For their part, Venezuelans have long resented
suffering caused by their neighbor's internal conflict.
This year brought many signs of the Colombian
war's arrival in Venezuela. In March a Colombian general complained that
guerrillas had attacked his troops from
Venezuelan soil. Venezuelan officials called him a liar, but reporters
who visited the area found what looked like a guerrilla campsite.
The episode undermined Mr. Chavez's credibility
before his political foes kidnapped Mr. Chavez, a former paratroop colonel,
and held him for three days in
April, declaring him overthrown.
In June a group of hooded men appeared on
Colombian television and announced the creation of the United Self-Defense
Forces of Venezuela (AUV), a
Venezuelan version of Colombia's feared paramilitary organization,
the United Self-Defense Forces of Colombia (AUC).
AUC leader Carlos Castano, whose extradition
on narco-trafficking charges the United States recently requested, has
said his fighters are training Venezuelans.
"I don't like getting involved in Venezuelan
affairs, but the frontier zone affects both nations," he told El Nacional
newspaper in Caracas, Venezuela's capital.
Meanwhile, Venezuela has seen the appearance
this year of several shadowy new guerrilla organizations, which many suspect
have links to Colombia's two main
guerrilla groups — the Revolutionary Armed Forces of Colombia (FARC)
or the smaller National Liberation Army (ELN).
The most prominent of these new groups are
the Popular Liberation Army and the Bolivarian Liberation Forces, which
some reports have tied to the Venezuelan
government.
"We think [the new guerrilla groups] are actually
the FARC or the ELN," said Genaro Mendez, president of the cattle ranchers
association of the border state of
Tachira.
The war's effects are not limited to Venezuela.
In Ecuador a new guerrilla group, calling itself the Revolutionary Armed
Forces of Ecuador, apparently linked to
the FARC, recently planted two bombs in the coastal city of Guayaquil.
Of course, effects from the Colombian civil
war are nothing new for residents of the Venezuelan border.

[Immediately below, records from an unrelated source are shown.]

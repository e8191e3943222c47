"""What the workbench page needs from the library: entry forms, readings, results as text.

The web page (``app.py`` and ``bench_pages/``) only wires widgets to the functions here
and to the rest of capbench; everything that decides (which fields a rig has, what a
typed value means, which readings make an uncertain input, how a result is rounded) lives
here, so it is tested without a browser.

Typed values
    Every box takes text. A length may carry any length unit ("25 mm", "0.98 in",
    "2500 um"); a bare number is read in the unit the box's label shows (mm for lengths,
    pF for capacitances, Hz for frequencies), which is what a technician at the bench
    types. A reading box takes one value ("20.613 pF"), a value with its standard
    uncertainty ("20.613 pF +- 0.004 pF", also with the sign ``±``), or repeated readings
    separated by commas, semicolons or new lines ("20.618, 20.619, 20.620 pF": their mean
    with a type A uncertainty, GUM 4.2). Repeated readings that differ by more than 10 %
    of their mean are refused: they are not repeats of one quantity, and the usual cause
    is a decimal comma ("20,618") read as a separator.

Every refusal is a :class:`~capbench.errors.CapbenchError` whose message starts with
the box's label and says what would be valid; :func:`read_fixture_form` and
:func:`read_method_form` collect them per box instead of stopping at the first.

Caution: fixtures and bridges can carry high voltage, and the field at electrode edges
can reach breakdown levels; the page shows capbench's cautions and defers to local codes
and licensed practice.
"""

from __future__ import annotations

import csv
import io
import math
import re
import warnings
from collections.abc import Callable, Mapping, Sequence
from dataclasses import dataclass, field
from pathlib import Path
from typing import Any

import numpy as np
import pint

from . import files, rigs
from . import validate as v
from .cautions import ELECTRICAL
from .errors import CapbenchError, FileFormatError, InputError
from .geometry import Fixture
from .uncertainty import AccuracySpec, type_a, type_b
from .units import NUMBER_PATTERN, Q_, frequency_text, parse_quantity, to_si

#: largest readings table accepted from the page (bytes); a bench table is a few kB
MAX_TABLE_BYTES = 1_000_000
#: repeated readings whose spread exceeds this fraction of their mean are refused
MAX_REPEAT_SPREAD = 0.10

# --------------------------------------------------------------------------- numbers


def sig(x: float, digits: int = 5) -> str:
    """``x`` with ``digits`` significant digits, without a trailing exponent for
    everyday magnitudes (1e-4 to 1e6)."""
    if x is None or not math.isfinite(x):
        return "-"
    if x == 0:
        return "0"
    mag = math.floor(math.log10(abs(x)))
    if -4 <= mag < 6:
        decimals = max(digits - 1 - mag, 0)
        return f"{x:.{decimals}f}"
    return f"{x:.{digits - 1}e}"


def compact(x: float, digits: int = 6) -> str:
    """``x`` to ``digits`` significant digits without trailing zeros ("25", "0.0015",
    "2.5e-07")."""
    if x is None or not math.isfinite(x):
        return "-"
    return f"{x:.{digits}g}".replace("e+0", "e+").replace("e-0", "e-")
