import { mkdtempSync, writeFileSync } from 'node:fs';
import { tmpdir } from 'node:os';
import path from 'node:path';
import { describe, expect, it } from 'vitest';
import { loadSetup, parseSetup, RhofieldError } from '@rhofield/core';

const good = () => ({
  camera: { focalLength: 0.105, fNumber: 11, pixelPitch: 6.5e-6, sensorPx: [2560, 2160] },
  geometry: { lensToBackground: 2.4, flowToBackground: 0.9, originPx: [1279.5, 1079.5] },
  medium: { gas: 'air', wavelength: 5.3e-7, referenceDensity: 1.18, pressure: 101325 } as Record<string, unknown>,
  flow: { type: 'planar', span: 0.08, reference: 'top' } as Record<string, unknown>,
  expected: { densityChange: -0.05, lengthScale: 0.01 } as Record<string, unknown>,
});
type S = ReturnType<typeof good> & Record<string, unknown>;
const fails = (mut: (s: S) => void): string => {
  const s = good() as S;
  mut(s);
  try {
    parseSetup(s, 'rig.json');
  } catch (e) {
    expect(e).toBeInstanceOf(RhofieldError);
    return (e as Error).message;
  }
  throw new Error('expected parseSetup to throw');
};

describe('parseSetup(json, source)', () => {
  it('accepts the docs/setup.md-style example and the axisymmetric and mixture variants', () => {
    expect(parseSetup(good()).medium.gas).toBe('air');
    const a = good();
    a.flow = { type: 'axisymmetric', axis: 'vertical', axisPosition: 'auto' };
    expect(parseSetup(a).flow.type).toBe('axisymmetric');
    const m = good();
    m.medium = { mixture: { N2: 0.77, O2: 0.23 }, wavelength: 5.3e-7, referenceDensity: 1.2 };
    expect(parseSetup(m).medium.mixture).toEqual({ N2: 0.77, O2: 0.23 });
  });
  it('unknown keys name the key path', () => {
    expect(fails((s) => ((s.medium as Record<string, unknown>).temperatur = 300))).toBe(
      'expected only known keys in medium for rig.json: medium.temperatur but received the unknown key "temperatur"; remove it or check its spelling (keys are case-sensitive)',
    );
    expect(fails((s) => (s.extra = 1))).toMatch(/rig\.json: extra but received the unknown key "extra"/);
  });
  it('missing keys', () => {
    expect(fails((s) => delete (s.geometry as Partial<typeof s.geometry>).lensToBackground)).toMatch(/for rig\.json: geometry\.lensToBackground but received nothing \(the key is missing\)/);
  });
  it('zero or negative distances', () => {
    expect(fails((s) => (s.geometry.flowToBackground = -0.1))).toMatch(/expected a positive flow-to-background distance in metres for rig\.json: geometry\.flowToBackground but received -0\.1/);
    expect(fails((s) => (s.camera.focalLength = 0))).toMatch(/camera\.focalLength but received 0$/);
    expect(fails((s) => (s.flow.span = 0))).toMatch(/flow\.span but received 0$/);
  });
  it('flowToBackground ≥ lensToBackground and lensToBackground ≤ focalLength', () => {
    expect(fails((s) => (s.geometry.flowToBackground = 2.4))).toMatch(/expected a distance smaller than geometry\.lensToBackground \(2\.4 m\) for rig\.json: geometry\.flowToBackground but received 2\.4/);
    expect(fails((s) => (s.geometry.lensToBackground = 0.1))).toMatch(/larger than camera\.focalLength .* but received 0\.1/);
  });
  it('wavelength outside 200 nm – 2 µm (e.g. given in nm)', () => {
    expect(fails((s) => (s.medium.wavelength = 532))).toMatch(/between 2e-7 and 2e-6 .* medium\.wavelength but received 532/);
    expect(fails((s) => (s.medium.wavelength = 1.5e-7))).toMatch(/medium\.wavelength but received 1\.5e-7/);
  });
  it('unknown gas lists the known ones', () => {
    expect(fails((s) => (s.medium.gas = 'argon'))).toMatch(/one of air, N2, O2, Ar, CO2.* for rig\.json: medium\.gas but received "argon"/);
    expect(fails((s) => { delete s.medium.gas; s.medium.mixture = { N2: 0.5, Xe: 0.5 }; })).toMatch(/medium\.mixture\.Xe/);
  });
  it('medium needs exactly one of gas / gladstoneDale / mixture; fractions sum to 1 ± 1e-6', () => {
    expect(fails((s) => (s.medium.gladstoneDale = 2.3e-4))).toMatch(/exactly one of gas, gladstoneDale or mixture for rig\.json: medium but received gas and gladstoneDale/);
    expect(fails((s) => delete s.medium.gas)).toMatch(/received none of them/);
    expect(fails((s) => { delete s.medium.gas; s.medium.mixture = { N2: 0.7, O2: 0.2 }; })).toMatch(/summing to 1 .* received fractions summing to 0\.9/);
  });
  it('flow variants are checked', () => {
    expect(fails((s) => (s.flow.reference = 'middle'))).toMatch(/flow\.reference but received "middle"/);
    expect(fails((s) => (s.flow = { type: 'radial' }))).toMatch(/flow\.type but received "radial"/);
    expect(fails((s) => (s.flow = { type: 'axisymmetric', axis: 'vertical', axisPosition: -3 }))).toMatch(/flow\.axisPosition but received -3/);
    expect(fails((s) => (s.flow.reference = { rectPx: [10, 10, 5, 20] }))).toMatch(/x1 > x0 .* flow\.reference\.rectPx/);
  });
  it('expected needs exactly one of densityChange / temperatureChange', () => {
    expect(fails((s) => (s.expected.temperatureChange = 30))).toMatch(/exactly one of densityChange or temperatureChange for rig\.json: expected but received both/);
  });
});

describe('loadSetup(path)', () => {
  const dir = mkdtempSync(path.join(tmpdir(), 'rhofield-setup-'));
  it('reads a valid file', () => {
    const f = path.join(dir, 'ok.json');
    writeFileSync(f, JSON.stringify(good(), null, 2));
    expect(loadSetup(f).flow.type).toBe('planar');
  });
  it('names the missing file', () => {
    expect(() => loadSetup(path.join(dir, 'nope.json'))).toThrow(/cannot read setup file .*nope\.json: no such file/);
  });
  it('gives line and column of a JSON syntax error', () => {
    const f = path.join(dir, 'bad.json');
    writeFileSync(f, '{\n  "camera": {\n    "focalLength": 0.1,\n  }\n}\n');
    expect(() => loadSetup(f)).toThrow(/bad\.json is not valid JSON at line 4, column 3/);
  });
  it('validation errors name the file', () => {
    const f = path.join(dir, 'neg.json');
    const s = good();
    s.geometry.flowToBackground = -1;
    writeFileSync(f, JSON.stringify(s));
    expect(() => loadSetup(f)).toThrow(/neg\.json: geometry\.flowToBackground but received -1/);
  });
});
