/**
 * Discrete window offset (J. Westerweel, D. Dabiri & M. Gharib, "The effect of a discrete window offset on
 * the accuracy of cross-correlation analysis of digital PIV recordings", Exp. Fluids 23:20–28, 1997;
 * recalled from memory): each window pair is
 * correlated as usual, then the measurement window is moved by the whole-pixel part of the result and
 * the pair correlated again; the offset plus the second (sub-pixel) result is the displacement. The
 * second correlation has no loss of pairs from the whole-pixel part of the displacement. Where the
 * second peak is not within 1 px of lag 0 the first result stands.
 */
function correlateRowsOffset(A: Float32Array, B: Float32Array, width: number, height: number, t: CorrelateTask, r0: number, r1: number, ws: EngineWorkspace): void {
  correlateRowsPlain(A, B, width, height, { ...t, method: 'fft' }, r0, r1, ws);
  const cor = ws.fft(t.windowPx);
  const { second, offsets } = ws;
  const { cols, out, active } = t;
  const slots: number[] = [];
  const flush = (): void => {
    cor.run(second, 0, slots.length > 1 ? 1 : -1);
    for (let s = 0; s < slots.length; s++) {
      const k = slots[s]!;
      const ex = second.dx[s]!;
      const ey = second.dy[s]!;
      if (ex === ex && Math.abs(ex) <= 1 && Math.abs(ey) <= 1) {
        out.dx[k] = offsets[2 * s]! + ex;
        out.dy[k] = offsets[2 * s + 1]! + ey;
        out.correlation[k] = second.correlation[s]!;
        out.peakRatio[k] = second.peakRatio[s]!;
      }
    }
    slots.length = 0;
  };
  for (let r = r0; r < r1; r++) {
    const y0 = t.top + r * t.stepPx;
    for (let c = 0; c < cols; c++) {
      const k = c + r * cols;
      const dx = out.dx[k]!;
      if (!active[k] || !(dx === dx)) continue;
      const ox = Math.round(dx);
      const oy = Math.round(out.dy[k]!);
      if (ox === 0 && oy === 0) continue;
      const x0 = t.left + c * t.stepPx;
      const slot = slots.length as 0 | 1;
      if (cor.loadOffset(slot, A, B, width, height, x0, y0, ox, oy) < t.minPixels) continue;
      offsets[2 * slot] = ox;
      offsets[2 * slot + 1] = oy;
      slots.push(k);
      if (slots.length === 2) flush();
    }
  }
  if (slots.length) flush();
}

Many ranchers,
for example, have long sent the
Colombian guerrillas monthly payments to protect themselves against
kidnapping. The payments are referred to as "vaccines."

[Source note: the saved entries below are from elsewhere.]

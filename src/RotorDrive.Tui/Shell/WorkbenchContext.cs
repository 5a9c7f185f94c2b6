using Terminal.Gui.App;
using RotorDrive.Tui.Services;
using RotorDrive.Tui.Session;
using RotorDrive.Tui.Work;

namespace RotorDrive.Tui.Shell;

/// <summary>What every sheet works with: the application, the rig session, the injected services and the background
/// runner.</summary>
public sealed class WorkbenchContext
{
    /// <summary>Creates the context.</summary>
    public WorkbenchContext(IApplication app, RigSession session, IWorkbenchFiles files, IWorkbenchClock clock, IWorkbenchPrompts prompts, BackgroundWork work)
    {
        App = app;
        Session = session;
        Files = files;
        Clock = clock;
        Prompts = prompts;
        Work = work;
    }

    /// <summary>The application instance.</summary>
    public IApplication App { get; }

    /// <summary>The rig being edited.</summary>
    public RigSession Session { get; }

    /// <summary>File access.</summary>
    public IWorkbenchFiles Files { get; }

    /// <summary>The wall clock.</summary>
    public IWorkbenchClock Clock { get; }

    /// <summary>Questions to the user.</summary>
    public IWorkbenchPrompts Prompts { get; }

    /// <summary>Background computations.</summary>
    public BackgroundWork Work { get; }

    /// <summary>The prepared rig model of the rig being edited, shared by the sheets.</summary>
    public RigModelCache Models { get; } = new();

    /// <summary>Raised when a sheet has something to tell the user on the status line.</summary>
    public event EventHandler<string>? Notice;

    /// <summary>Shows a short message on the status line.</summary>
    public void Tell(string message) => Notice?.Invoke(this, message);
}
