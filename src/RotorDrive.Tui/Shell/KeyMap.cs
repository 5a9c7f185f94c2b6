namespace RotorDrive.Tui.Shell;

/// <summary>Every key the workbench answers to, as the help sheet lists them.</summary>
public static class KeyMap
{
    /// <summary>The key that opens a sheet, as the sheet list shows it: the digits 1..9 and then 0 for the first ten
    /// sheets other than Help in list order, "?" for Help (which F1 opens too), "" for any sheet beyond the tenth.</summary>
    /// <param name="position">The sheet's position among the sheets other than Help, 0-based (ignored for Help).</param>
    /// <param name="isHelp">Whether the sheet is the help sheet.</param>
    public static string SheetKey(int position, bool isHelp)
        => isHelp ? "?" : position is >= 0 and < 9 ? ((char)('1' + position)).ToString() : position == 9 ? "0" : "";

    /// <summary>Keys and what they do.</summary>
    public static IReadOnlyList<(string Keys, string Does)> All { get; } =
    [
        ("F1, ?", "this help sheet (? when not typing in a field)"),
        ("F2", "save the rig (the previous file is kept as RIG.json.bak)"),
        ("F12", "save the rig under another name (asks before replacing a file)"),
        ("F3", "open another rig file (asks first when there are unsaved edits)"),
        ("F4", "pick a catalog id for the field being edited (rotor, motor, controller, pack, plate, spin; the Shortlist's why-not motor)"),
        ("F5", "recompute the current sheet now (Shortlist: rank again; Stress: run the stress test)"),
        ("F6", "write the chart sheet's charts to a file, .svg or .png by the name given (Lift & drag, Running points, Spin-up, Endurance; asks before replacing a file)"),
        ("F7", "sheet action: sort the parts table by the selected column / arrows or letters in the sketch / Shortlist: rank by the next objective / Stress: histogram of the next figure"),
        ("F8", "stop the computation that is running (a stopped stress run shows the samples finished, marked PARTIAL)"),
        ("F10, Ctrl+Q", "quit (asks first when there are unsaved edits or results of a long run)"),
        ("Esc", "close a dialog; never quits"),
        ("1 .. 9, 0", "jump to the sheet with that key in the list (when not typing in a field; Alt+digit always)"),
        ("Ctrl+PageDown/Up", "next / previous sheet"),
        ("Tab, Shift+Tab", "move between fields; cursor keys move in lists and tables"),
        ("Enter", "in the sheet list: open the sheet and move into it; in the Shortlist table: apply the row to the rig (asks first)"),
        ("Typing in a field", "stores the value at once; text that is not a valid value stays, marked '!' with the reason"),
    ];
}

But this year has seen a sharp rise in kidnappings,
and a newspaper near the border estimated that a kidnapping took place
every three days on average. Many
of the victims, Venezuelans believe, are "sold" to Colombian guerrillas
or paramilitaries, who have hideouts in which to hold captives for long
periods.
"The participation of the Colombian guerrillas
has been demonstrated in many cases," said Fernando Villasmil, president
of the state legislature of Zulia, on the
border with Colombia. Mr. Villasmil said, "The voice of the FARC" radio
broadcasts from Venezuelan soil.
The U.S.-backed drug eradication program has
not eliminated Colombia's coca farming, but the crop has shifted northward,
closer to the Venezuelan border,
and the fighting has accompanied it.
This has sent a wave of refugees into Venezuela
and increased cultivation of coca and the opium poppies (used to make heroin)
in the hills along the border, said
Javier Armata, who represents the Yupa Indians in Zulia's legislature.

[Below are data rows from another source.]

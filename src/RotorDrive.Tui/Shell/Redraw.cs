using Terminal.Gui.ViewBase;

namespace RotorDrive.Tui.Shell;

/// <summary>Sets a view's text, visibility or width only when the new value differs. Assigning a width, even an equal
/// one, lays the window out again and redraws every view in it; the progress lines are set four times a second during a
/// long run, and that redraw took the UI thread's time from the keys (issue 15 item 1; <c>RedrawTests</c> counts the
/// views a progress tick draws). Visibility and text go through here too, so a line that did not change costs nothing.</summary>
internal static class Redraw
{
    /// <summary>Sets the text unless it is already that.</summary>
    public static void Text(View view, string text)
    {
        if (!string.Equals(view.Text, text, StringComparison.Ordinal))
        {
            view.Text = text;
        }
    }

    /// <summary>Shows or hides the view unless it already is.</summary>
    public static void Visible(View view, bool visible)
    {
        if (view.Visible != visible)
        {
            view.Visible = visible;
        }
    }

    /// <summary>Sets the width unless it is already an equal one.</summary>
    public static void Width(View view, Dim width)
    {
        if (!Equals(view.Width, width))
        {
            view.Width = width;
        }
    }
}
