using RotorDrive.Tui.Sheets;

namespace RotorDrive.Tui.Shell;

/// <summary>The sheets of the workbench, in list order. Only sheets whose analysis exists are listed.</summary>
public static class SheetSet
{
    /// <summary>Creates every sheet for a context.</summary>
    public static IReadOnlyList<Sheet> Create(WorkbenchContext context) =>
    [
        new RigSheet(context),
        new StationsSheet(context),
        new LiftDragSheet(context),
        new RunningPointsSheet(context),
        new HoverYawSheet(context),
        new SpinupSheet(context),
        new EnduranceSheet(context),
        new ShortlistSheet(context),
        new StressSheet(context),
        new PartsSheet(context),
        new HelpSheet(context),
    ];
}
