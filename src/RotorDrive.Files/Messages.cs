using System.Globalization;

namespace RotorDrive.Files;
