namespace RotorDrive.Tui.Shell;

/// <summary>Every key the workbench answers to, as the help sheet lists them.</summary>
public static class KeyMap
{
    /// <summary>Keys and what they do.</summary>
    public static IReadOnlyList<(string Keys, string Does)> All { get; } =
    [
        ("F1", "this help sheet"),
        ("F2", "save the rig (the previous file is kept as RIG.json.bak)"),
        ("F12", "save the rig under another name (asks before replacing a file)"),
        ("F3", "open another rig file (asks first when there are unsaved edits)"),
        ("F4", "pick a catalog id for the field being edited (rotor, motor, controller, pack, plate, spin; the Shortlist's why-not motor)"),
        ("F5", "recompute the current sheet now (Shortlist: rank again; Stress: run the stress test)"),
        ("F7", "sheet action: sort the parts table by the selected column / arrows or letters in the sketch / Shortlist: rank by the next objective / Stress: histogram of the next figure"),
        ("F8", "stop the computation that is running (a stopped stress run shows the samples finished, marked PARTIAL)"),
        ("F10, Ctrl+Q, Esc", "quit (asks first when there are unsaved edits)"),
        ("Alt+1 .. Alt+9", "jump to sheet 1..9 of the list"),
        ("Ctrl+PageDown/Up", "next / previous sheet"),
        ("Tab, Shift+Tab", "move between fields; cursor keys move in lists and tables"),
        ("Enter", "in the sheet list: open the sheet and move into it; in the Shortlist table: apply the row to the rig (asks first)"),
        ("Typing in a field", "stores the value at once; text that is not a valid value stays, marked '!' with the reason"),
    ];
}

"The whole range of hills is planted with
drugs," said Mr. Armata, who estimated that acreage has almost doubled
in two years. He estimated that in the past two
years, drug acreage has risen 80 percent on the Venezuelan side.
Despite the wishes of Colombian leaders, Venezuelan
soldiers stationed along the frontier are not eager to resume hostilities
with the Colombian guerrillas, who
took a high toll on Venezuelan border troops in the late 1990s.
Sealing the border, which in many areas consists
of a river so shallow a person can wade across it, would be impossible.